Skip to main content

PSA: A Performance and Space-Aware Data Layout Scheme for Hybrid Parallel File Systems

Authors: S. He, Y. Liu, X.-H. Sun

Date: November, 2014

Venue: Data Intensive Scalable Computing Systems Workshop (DISCS), in conjunction with ACM/IEEE SuperComputing 2014, New Orleans, LA, USA

Type: Workshop

Abstract

The underlying storage of hybrid parallel file systems (PFS) is composed of both SSD-based file servers (SServer) and HDD-based file servers (HServer). Unlike a traditional HServer, an SServer consistently provides improved storage performance but lacks storage space. However, most current data layout schemes do not consider the differences in performance and space between heterogeneous servers, and may significantly degrade the performance of the hybrid PFSs. In this paper, we propose PSA, a novel data layout scheme, which maximizes the hybrid PFSs performance by applying adaptive varied-size file stripes.

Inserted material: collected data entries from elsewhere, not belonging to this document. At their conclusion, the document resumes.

import { describe, expect, test } from 'vitest';
import { sessionGpx, xmlText, GPX_NAMESPACE } from '../../src/output/gpx.js';
import { CAUTION } from '../../src/output/caution.js';
import { STATUS } from '../../src/session/result/result.js';
import { formatIsoUtc } from '../../src/time/parse-time.js';
import { session } from './fixtures.js';

const r = () => session('vehicle', 7, { durationSec: 300 }).result;

describe('GPX 1.1 export', () => {
  test('one trkseg per segment, one trkpt per epoch in time order, with ele and time', () => {
    const res = r();
    const gpx = sessionGpx(res);
    expect(gpx.startsWith('<?xml version="1.0" encoding="UTF-8"?>\n<gpx version="1.1" creator="hindcast"')).toBe(true);
    expect(gpx).toContain(`xmlns="${GPX_NAMESPACE}"`);
    expect((gpx.match(/<trkseg>/g) ?? []).length).toBe(res.metrics.segmentCount);
    const pts = [...gpx.matchAll(/<trkpt lat="([-\d.]+)" lon="([-\d.]+)"><ele>([-\d.]+)<\/ele><time>([^<]+)<\/time>(?:<type>([a-z-]+)<\/type>)?<\/trkpt>/g)];
    expect(pts.length).toBe(res.N);
    const j = 123;
    expect(Number(pts[j]![1])).toBeCloseTo(res.latDeg[j]!, 7);
    expect(Number(pts[j]![2])).toBeCloseTo(res.lonDeg[j]!, 7);
    expect(Number(pts[j]![3])).toBeCloseTo(res.heightM[j]!, 3);
    expect(pts[j]![4]).toBe(formatIsoUtc(res.tSec[j]!));
    for (let k = 1; k < pts.length; k++) expect(pts[k]![4]! > pts[k - 1]![4]!).toBe(true);
    // bridged and flagged epochs are named; plain kept ones are not
    const bridged = pts.filter((p) => p[5] === 'bridged').length;
    expect(bridged).toBe(res.metrics.bridgedCount);
    let kept = 0;
    for (let k = 0; k < res.N; k++) if (res.status[k] === STATUS.kept) kept++;
    expect(pts.filter((p) => p[5] === undefined).length).toBe(kept);
  });

  test('metadata: name, a description with the caution and the height reference, bounds', () => {
    const gpx = sessionGpx(r());
    const meta = gpx.slice(gpx.indexOf('<metadata>'), gpx.indexOf('</metadata>'));
    expect(meta).toContain('<name>vehicle-7</name>');
    expect(meta).toContain(xmlText(CAUTION));
    expect(meta).toContain('ellipsoidal height');
    expect(meta).toMatch(/<bounds minlat="[-\d.]+" minlon="[-\d.]+" maxlat="[-\d.]+" maxlon="[-\d.]+"\/>/);
    // schema order: metadata before trk; in metadata name, desc, time, bounds
    expect(gpx.indexOf('<metadata>')).toBeLessThan(gpx.indexOf('<trk>'));
    expect(meta.indexOf('<name>')).toBeLessThan(meta.indexOf('<desc>'));
    expect(meta.indexOf('<desc>')).toBeLessThan(meta.indexOf('<time>'));
    expect(meta.indexOf('<time>')).toBeLessThan(meta.indexOf('<bounds'));
  });

  test('decimals option', () => {
    const gpx = sessionGpx(r(), { decimals: 5 });
    expect(gpx).toMatch(/<trkpt lat="-?\d+\.\d{5}" lon="-?\d+\.\d{5}">/);
  });

  test.each([
    ['a < b & "c"', 'a &lt; b &amp; &quot;c&quot;'],
    ["it's", 'it&apos;s'],
    ['bell\u0007', 'bell'],
  ])('xmlText(%j)', (s, want) => expect(xmlText(s)).toBe(want));
});
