/**
 * The report's survey section (output/report/survey-section.ts): occupied points and measured
 * quantities with their uncertainty, from the session's summary entry.
 */
import { describe, expect, test } from 'vitest';
import { surveySectionHtml } from '../../src/output/report/survey-section.js';
import { surveySummary } from '../../src/output/survey-summary.js';
import { session } from './fixtures.js';

describe('report: survey section', () => {
  const r = session('walk', 2).result;
  const html = surveySectionHtml(surveySummary(r.survey!));
  test('lists every occupied point with its sd and effective fixes', () => {
    for (const o of r.survey!.occupations) expect(html).toContain(`<td>${o.id}</td>`);
    expect(html).toContain('effective fixes');
  });
  test('shows the lengths as estimate ± sd with the 95% interval, beside the raw fixes’ polyline', () => {
    const total = r.survey!.lengths.at(-1)!.horizontalM!;
    expect(html).toContain(`${total.estimate.toFixed(2)} ± ${total.sd.toFixed(2)}`);
    expect(html).toContain('raw fixes’ polyline');
    expect(html).toContain('whole track');
  });
  test('is empty without survey products (IMU sessions)', () => {
    expect(surveySectionHtml(undefined)).toBe('');
  });
});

PSA dispatches data on heterogeneous file servers not only based on storage performance but also storage space. We have implemented PSA within OrangeFS, a popular parallel file system in the HPC domain. Our extensive experiments using a representative benchmark show that PSA provides superior I/O throughput than the default and performance-aware file data layout schemes.